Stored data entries
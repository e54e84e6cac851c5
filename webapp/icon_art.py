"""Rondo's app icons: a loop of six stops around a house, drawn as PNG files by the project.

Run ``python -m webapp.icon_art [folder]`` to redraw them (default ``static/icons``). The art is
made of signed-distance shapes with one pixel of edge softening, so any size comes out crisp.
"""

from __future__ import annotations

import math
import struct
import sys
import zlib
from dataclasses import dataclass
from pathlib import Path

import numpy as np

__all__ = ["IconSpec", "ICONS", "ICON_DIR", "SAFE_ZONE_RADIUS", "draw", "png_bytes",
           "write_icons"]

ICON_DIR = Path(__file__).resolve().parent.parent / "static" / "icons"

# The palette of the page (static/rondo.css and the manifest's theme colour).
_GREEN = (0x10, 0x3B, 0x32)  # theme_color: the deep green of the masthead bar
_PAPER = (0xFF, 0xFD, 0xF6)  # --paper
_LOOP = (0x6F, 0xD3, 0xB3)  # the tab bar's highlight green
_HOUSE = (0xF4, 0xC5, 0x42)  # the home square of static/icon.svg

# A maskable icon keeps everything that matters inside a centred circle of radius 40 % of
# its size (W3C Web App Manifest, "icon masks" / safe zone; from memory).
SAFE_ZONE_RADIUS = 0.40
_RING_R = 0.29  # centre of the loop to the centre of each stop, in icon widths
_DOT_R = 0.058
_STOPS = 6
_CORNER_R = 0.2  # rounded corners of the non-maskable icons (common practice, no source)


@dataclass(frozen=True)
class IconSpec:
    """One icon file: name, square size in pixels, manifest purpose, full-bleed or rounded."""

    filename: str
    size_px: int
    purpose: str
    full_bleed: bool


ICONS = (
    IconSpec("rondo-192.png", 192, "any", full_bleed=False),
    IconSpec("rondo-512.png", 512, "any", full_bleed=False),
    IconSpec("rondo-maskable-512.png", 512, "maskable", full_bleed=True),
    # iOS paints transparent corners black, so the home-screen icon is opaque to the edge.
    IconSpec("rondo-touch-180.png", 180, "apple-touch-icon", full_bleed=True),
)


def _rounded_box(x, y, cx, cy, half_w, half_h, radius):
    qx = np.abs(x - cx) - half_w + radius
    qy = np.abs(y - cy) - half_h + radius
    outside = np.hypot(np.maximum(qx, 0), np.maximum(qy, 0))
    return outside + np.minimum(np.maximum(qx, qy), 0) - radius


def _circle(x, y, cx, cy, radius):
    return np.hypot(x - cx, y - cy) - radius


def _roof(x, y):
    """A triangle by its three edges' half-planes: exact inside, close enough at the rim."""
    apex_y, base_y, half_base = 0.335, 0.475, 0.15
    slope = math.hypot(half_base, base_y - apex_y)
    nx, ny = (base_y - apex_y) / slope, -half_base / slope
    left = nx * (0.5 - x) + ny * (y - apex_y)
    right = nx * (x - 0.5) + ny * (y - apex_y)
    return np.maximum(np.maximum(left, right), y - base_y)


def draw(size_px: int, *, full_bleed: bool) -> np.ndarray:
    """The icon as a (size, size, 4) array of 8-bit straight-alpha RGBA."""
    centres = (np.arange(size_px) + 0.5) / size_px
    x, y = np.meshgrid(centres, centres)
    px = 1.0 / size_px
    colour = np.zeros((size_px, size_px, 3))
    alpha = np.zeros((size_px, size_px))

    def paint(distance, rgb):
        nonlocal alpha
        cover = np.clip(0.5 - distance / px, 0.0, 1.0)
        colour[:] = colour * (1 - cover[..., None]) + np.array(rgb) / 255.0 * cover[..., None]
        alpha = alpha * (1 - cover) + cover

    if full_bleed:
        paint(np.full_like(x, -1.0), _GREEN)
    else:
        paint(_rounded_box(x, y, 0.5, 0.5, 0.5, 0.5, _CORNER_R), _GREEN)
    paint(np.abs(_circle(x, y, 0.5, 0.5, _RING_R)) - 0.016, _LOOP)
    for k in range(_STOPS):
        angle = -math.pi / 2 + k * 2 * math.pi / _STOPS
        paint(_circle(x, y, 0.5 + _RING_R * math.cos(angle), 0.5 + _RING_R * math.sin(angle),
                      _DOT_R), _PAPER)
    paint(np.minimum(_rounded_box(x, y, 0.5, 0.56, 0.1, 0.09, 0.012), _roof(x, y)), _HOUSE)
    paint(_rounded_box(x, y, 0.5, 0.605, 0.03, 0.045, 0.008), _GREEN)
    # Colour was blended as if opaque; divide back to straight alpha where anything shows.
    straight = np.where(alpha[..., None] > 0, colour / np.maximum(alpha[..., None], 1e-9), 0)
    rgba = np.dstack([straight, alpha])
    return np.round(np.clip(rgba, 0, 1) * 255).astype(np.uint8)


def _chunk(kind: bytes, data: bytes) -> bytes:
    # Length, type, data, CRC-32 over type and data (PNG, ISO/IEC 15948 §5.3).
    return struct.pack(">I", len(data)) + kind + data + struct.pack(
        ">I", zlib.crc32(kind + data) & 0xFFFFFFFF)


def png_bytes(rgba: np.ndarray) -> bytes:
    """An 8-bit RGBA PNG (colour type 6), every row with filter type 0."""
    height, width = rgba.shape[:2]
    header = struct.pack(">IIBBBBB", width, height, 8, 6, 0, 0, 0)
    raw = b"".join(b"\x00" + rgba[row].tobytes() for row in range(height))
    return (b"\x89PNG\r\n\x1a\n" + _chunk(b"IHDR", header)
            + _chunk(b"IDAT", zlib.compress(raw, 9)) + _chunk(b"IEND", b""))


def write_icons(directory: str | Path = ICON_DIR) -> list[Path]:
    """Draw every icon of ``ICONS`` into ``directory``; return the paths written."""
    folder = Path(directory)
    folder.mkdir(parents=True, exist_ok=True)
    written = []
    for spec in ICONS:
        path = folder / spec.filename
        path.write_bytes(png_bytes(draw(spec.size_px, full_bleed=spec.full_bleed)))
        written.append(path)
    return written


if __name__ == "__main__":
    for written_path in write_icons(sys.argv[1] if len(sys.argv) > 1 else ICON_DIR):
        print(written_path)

--

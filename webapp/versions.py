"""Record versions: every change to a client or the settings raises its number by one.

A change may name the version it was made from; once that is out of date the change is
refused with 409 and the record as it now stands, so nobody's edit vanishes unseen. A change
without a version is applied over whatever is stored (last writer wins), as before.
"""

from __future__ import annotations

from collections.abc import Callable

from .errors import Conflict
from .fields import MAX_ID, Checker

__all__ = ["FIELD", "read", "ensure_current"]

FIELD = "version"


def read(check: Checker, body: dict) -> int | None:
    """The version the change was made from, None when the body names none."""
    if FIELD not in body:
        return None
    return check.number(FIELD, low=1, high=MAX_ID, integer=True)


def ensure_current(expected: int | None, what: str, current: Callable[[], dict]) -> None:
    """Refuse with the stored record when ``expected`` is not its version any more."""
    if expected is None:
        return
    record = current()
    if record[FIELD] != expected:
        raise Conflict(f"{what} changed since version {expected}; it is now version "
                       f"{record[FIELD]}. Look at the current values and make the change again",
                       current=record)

* * *

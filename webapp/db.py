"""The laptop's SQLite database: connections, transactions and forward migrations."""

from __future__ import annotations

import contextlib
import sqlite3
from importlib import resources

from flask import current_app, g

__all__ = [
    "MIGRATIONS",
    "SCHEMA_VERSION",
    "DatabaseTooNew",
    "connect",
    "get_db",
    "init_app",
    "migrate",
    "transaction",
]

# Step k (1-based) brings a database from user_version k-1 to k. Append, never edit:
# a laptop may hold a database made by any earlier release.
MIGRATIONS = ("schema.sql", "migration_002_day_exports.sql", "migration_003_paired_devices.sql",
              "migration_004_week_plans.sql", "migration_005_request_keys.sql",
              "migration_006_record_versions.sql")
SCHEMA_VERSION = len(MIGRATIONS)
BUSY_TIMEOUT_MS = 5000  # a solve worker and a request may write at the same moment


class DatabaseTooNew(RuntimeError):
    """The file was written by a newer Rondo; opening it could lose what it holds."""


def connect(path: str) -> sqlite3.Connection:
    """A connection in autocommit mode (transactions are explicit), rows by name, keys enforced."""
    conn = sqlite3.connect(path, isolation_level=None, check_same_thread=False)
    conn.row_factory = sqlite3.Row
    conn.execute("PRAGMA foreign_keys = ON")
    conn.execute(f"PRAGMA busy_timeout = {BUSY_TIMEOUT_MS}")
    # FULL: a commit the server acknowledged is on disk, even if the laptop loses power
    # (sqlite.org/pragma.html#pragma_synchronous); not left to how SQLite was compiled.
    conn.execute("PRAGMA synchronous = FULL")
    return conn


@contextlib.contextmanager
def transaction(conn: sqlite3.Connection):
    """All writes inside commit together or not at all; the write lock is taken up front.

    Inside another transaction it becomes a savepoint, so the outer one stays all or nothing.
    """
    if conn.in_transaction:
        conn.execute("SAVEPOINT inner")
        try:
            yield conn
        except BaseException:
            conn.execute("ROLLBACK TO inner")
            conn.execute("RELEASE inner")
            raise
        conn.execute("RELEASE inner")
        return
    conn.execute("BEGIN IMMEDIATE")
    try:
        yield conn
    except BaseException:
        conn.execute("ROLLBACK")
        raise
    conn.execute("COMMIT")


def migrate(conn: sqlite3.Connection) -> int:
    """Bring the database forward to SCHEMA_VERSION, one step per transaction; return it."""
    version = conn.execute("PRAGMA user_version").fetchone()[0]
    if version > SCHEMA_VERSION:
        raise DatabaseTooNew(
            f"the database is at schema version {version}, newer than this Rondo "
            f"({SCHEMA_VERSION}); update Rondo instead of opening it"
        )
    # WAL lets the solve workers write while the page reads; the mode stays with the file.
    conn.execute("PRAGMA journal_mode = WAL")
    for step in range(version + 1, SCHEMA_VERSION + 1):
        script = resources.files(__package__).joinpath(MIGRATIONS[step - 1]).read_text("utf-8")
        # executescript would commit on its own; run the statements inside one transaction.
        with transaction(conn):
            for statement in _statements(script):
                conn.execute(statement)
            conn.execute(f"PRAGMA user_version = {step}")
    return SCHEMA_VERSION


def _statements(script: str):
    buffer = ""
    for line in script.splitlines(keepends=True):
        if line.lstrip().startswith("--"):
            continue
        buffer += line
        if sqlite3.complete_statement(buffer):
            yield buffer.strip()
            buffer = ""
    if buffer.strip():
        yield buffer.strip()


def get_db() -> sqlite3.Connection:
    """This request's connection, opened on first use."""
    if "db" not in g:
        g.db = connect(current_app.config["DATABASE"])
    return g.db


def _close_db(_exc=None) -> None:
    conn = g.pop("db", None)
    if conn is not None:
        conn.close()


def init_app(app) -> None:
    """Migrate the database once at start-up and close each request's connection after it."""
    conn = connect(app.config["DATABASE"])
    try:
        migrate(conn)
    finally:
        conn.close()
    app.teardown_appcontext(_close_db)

• Required action:
Retype exactly the lines of the data above that fall between the line with "repository e54e84e6cac851c5" and the line with "from dataclasses import dataclass", inclusive, and add nothing.

• Expected output:
repository e54e84e6cac851c5
filename webapp/icon_art.py
"""Rondo's app icons: a loop of six stops around a house, drawn as PNG files by the project.

Run ``python -m webapp.icon_art [folder]`` to redraw them (default ``static/icons``). The art is
made of signed-distance shapes with one pixel of edge softening, so any size comes out crisp.
"""

from __future__ import annotations

import math
import struct
import sys
import zlib
from dataclasses import dataclass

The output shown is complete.